Author: Sivapalasingam, S.; Lederer, D.; Bhore, R.; Hajizadeh, N.; Criner, G.; Hossain, R.; Mahmood, A.; Giannelou, A.; Somersan-Karakaya, S.; O'Brien, M.; Boyapati, A.; Parrino, J.; Musser, B.; Labriola-Tompkins, E.; Ramesh, D.; Purcell, L.; Gulabani, D.; Kampman, W.; Waldron, A.; Ng Gong, M.; Saggar, S.; Sperber, S.; Menon, V.; Stein, D.; Sobieszczyk, M.; Park, W.; Aberg, J.; Brown, S.; Kosmicki, J.; Horowitz, J.; Ferreira, M.; Baras, A.; Kowal, B.; DiCioccio, A. T.; Akinlade, B.; Nivens, M.; Braunstein, N.; Herman, G.; Yancopoulos, G.; Weinreich, D.; Team, Sarilumab-COVID-19 Study
Title: A Randomized Placebo-Controlled Trial of Sarilumab in Hospitalized Patients with Covid-19 Cord-id: 2hqjdwhm Document date: 2021_5_14
ID: 2hqjdwhm
Snippet: BACKGROUND Sarilumab (anti-interleukin-6 receptor-alpha; monoclonal antibody) may attenuate the inflammatory response in Covid-19. METHODS We performed an adaptive, phase 2/3, randomized, double-blind, placebo-controlled trial of intravenous sarilumab 200 mg or 400 mg in adults hospitalized with Covid-19. The phase 3 primary analysis population (cohort 1) was patients with critical Covid-19 receiving mechanical ventilation (MV) randomized to sarilumab 400 mg or placebo. The primary end point for
Document: BACKGROUND Sarilumab (anti-interleukin-6 receptor-alpha; monoclonal antibody) may attenuate the inflammatory response in Covid-19. METHODS We performed an adaptive, phase 2/3, randomized, double-blind, placebo-controlled trial of intravenous sarilumab 200 mg or 400 mg in adults hospitalized with Covid-19. The phase 3 primary analysis population (cohort 1) was patients with critical Covid-19 receiving mechanical ventilation (MV) randomized to sarilumab 400 mg or placebo.
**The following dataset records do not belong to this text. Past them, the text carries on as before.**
"""Instrument presets and General MIDI names (GM Level 1 Sound Set)."""

from __future__ import annotations

import pretty_midi
import pytest

from takescribe.errors import InputError
from takescribe.transcription.instruments import GM_PROGRAM_NAMES, normalize_name, resolve_instrument


# pretty_midi spells two GM Level 1 names differently (from memory, the GM 1 Sound Set lists
# program 8 as "Clavi" and 55 as "Synth Voice"); both spellings resolve to the same program.
PRETTY_MIDI_VARIANTS = {7: "Clavinet", 54: "Synth Choir"}


def test_gm_names_agree_with_pretty_midi():
    # pretty_midi ships the GM Level 1 program names: a second, independent copy of the standard
    assert len(GM_PROGRAM_NAMES) == 128
    for program, name in enumerate(GM_PROGRAM_NAMES):
        theirs = pretty_midi.program_to_instrument_name(program)
        if program in PRETTY_MIDI_VARIANTS:
            assert theirs == PRETTY_MIDI_VARIANTS[program]
            assert resolve_instrument(theirs).program == program
        else:
            assert normalize_name(name) == normalize_name(theirs)


@pytest.mark.parametrize(
    "value, preset, program",
    [(40, "violin", 40), ("40", "violin", 40), ("violin", "violin", 40), ("alto sax", "saxophone", 65),
     ("Alto-Sax", "saxophone", 65), ("acoustic_guitar_nylon", "guitar", 24), ("Flute", "flute", 73),
     ("cello", "cello", 42), ("clarinet", "clarinet", 71), ("piano", "piano", 0),
     ("Sitar", "guitar", 104), (67, "tenor saxophone", 67)],
)
def test_resolve(value, preset, program):
    inst = resolve_instrument(value)
    assert inst.name == preset and inst.program == program


def test_unknown_name_lists_known_ones():
    with pytest.raises(InputError, match="unknown instrument 'kazoo'.*violin"):
        resolve_instrument("kazoo")


def test_program_out_of_range():
    with pytest.raises(InputError, match="0..127"):
        resolve_instrument(128)


def test_ranges_are_sane():
    # common practice, no source: the piano has 88 keys A0..C8 (MIDI 21..108)
    assert resolve_instrument("piano").midi_range == (21, 108)
    for name in ("violin", "flute", "clarinet", "cello", "saxophone", "guitar"):
        low, high = resolve_instrument(name).midi_range
        assert 21 <= low < high <= 108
The primary end point for phase 3 was the proportion of patients with [≥]1-point improvement in clinical status from baseline to day 22. RESULTS Four-hundred fifty-seven (457) and 1365 patients were randomized and treated in phases 2 and 3, respectively. Among phase 3 critical patients receiving MV (n=289; 34.3% on corticosteroids), the proportion with [≥]1-point improvement in clinical status (alive not receiving MV) at day 22 was 43.2% in sarilumab 400 mg and 35.5% in placebo (risk difference [RD] +7.5%; 95% confidence interval [CI], - 7.4 to 21.3; P=0.3261), representing a relative risk improvement of 21.7%. Day 29 all-cause mortality was 36.4% in sarilumab 400 mg versus 41.9% in placebo (RD - 5.5%; 95% CI, -20.2 to 8.7; relative risk reduction 13.3%). In post hoc analyses pooling phase 2 and 3 critical patients receiving MV, the hazard ratio (HR) for death in sarilumab 400 mg compared with placebo was 0.76 (95% CI, 0.51 to 1.13) overall, improving to 0.49 (95% CI, 0.25 to 0.94) in patients receiving corticosteroids at baseline. CONCLUSION In hospitalized patients with Covid-19 receiving MV, numerical benefits with sarilumab did not achieve statistical significance, but benefit may be greater in patients receiving corticosteroids. A larger study is required to confirm this observed numerical benefit.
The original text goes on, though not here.